Wednesday, September 3, 2008

LDAP Filters - Mail Enabled Objects

Recently I had to come up with an LDAP filter to grab all mail enabled objects for a customer preparing to utilize the Schemus tool provided by our partner Messagelabs (Azaleos's ProtectXchange offering).

A lot of people, even sharp technicians, I've noticed tend to avoid LDAP queries like the plague.  I think the reason is the lack of basic understanding.

Simple things like understanding the operators (such as & being AND, | being OR, ! being NOT, etc) can help immensely.  

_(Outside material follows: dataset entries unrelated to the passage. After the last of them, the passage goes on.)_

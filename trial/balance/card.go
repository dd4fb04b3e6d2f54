package balance

import "ratehouse/trial"

// Card is what the calibre card says of regulating: the organ (an index, timing screws) and what one
// unit of it, a division or a turn, does to the rate.
type Card struct {
	Organ string      // a code: index, screws; empty: not known
	Step  trial.Milli // s/d a unit, above zero; 0: not known
}

// Units is a shift in units of the organ, thousandths of a division or turn, rounded towards the
// middle of the interval, so that turning by either end is enough. ok is false without a step or if
// no thousandth lies inside.
func (c Card) Units(s Shift) (lo, hi trial.Milli, ok bool) {
	if c.Step <= 0 {
		return 0, 0, false
	}
	step := int64(c.Step)
	lo = trial.Milli(-floorDiv(-int64(s.Lo)*1000, step))
	hi = trial.Milli(floorDiv(int64(s.Hi)*1000, step))
	return lo, hi, lo <= hi
}

func floorDiv(a, b int64) int64 {
	q := a / b
	if a%b != 0 && a < 0 {
		q--
	}
	return q
}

My final product for the filter is:

(|(&(mailnickname=*)(objectCategory=person)(objectClass=user))(&(mailni ckname=*)(objectCategory=group)))

A great quick site to glance at for a general overview is here.


2 comments:

Barry Patterson said...

Good stuff. I had issues with this also.
But your query does not account for Contacts and Public Folders. This should work if those need to be included:
(&(&(proxyaddresses=*)(|(objectclass=user)(objectclass=publicFolder)(objectclass=group)(objectclass=Contact))))

Joshua Raymond said...

Very good point Barlo. The task I was building this off of was for smarthost/spam purposes and those fields were not required. I definitely should have mentioned that up front though!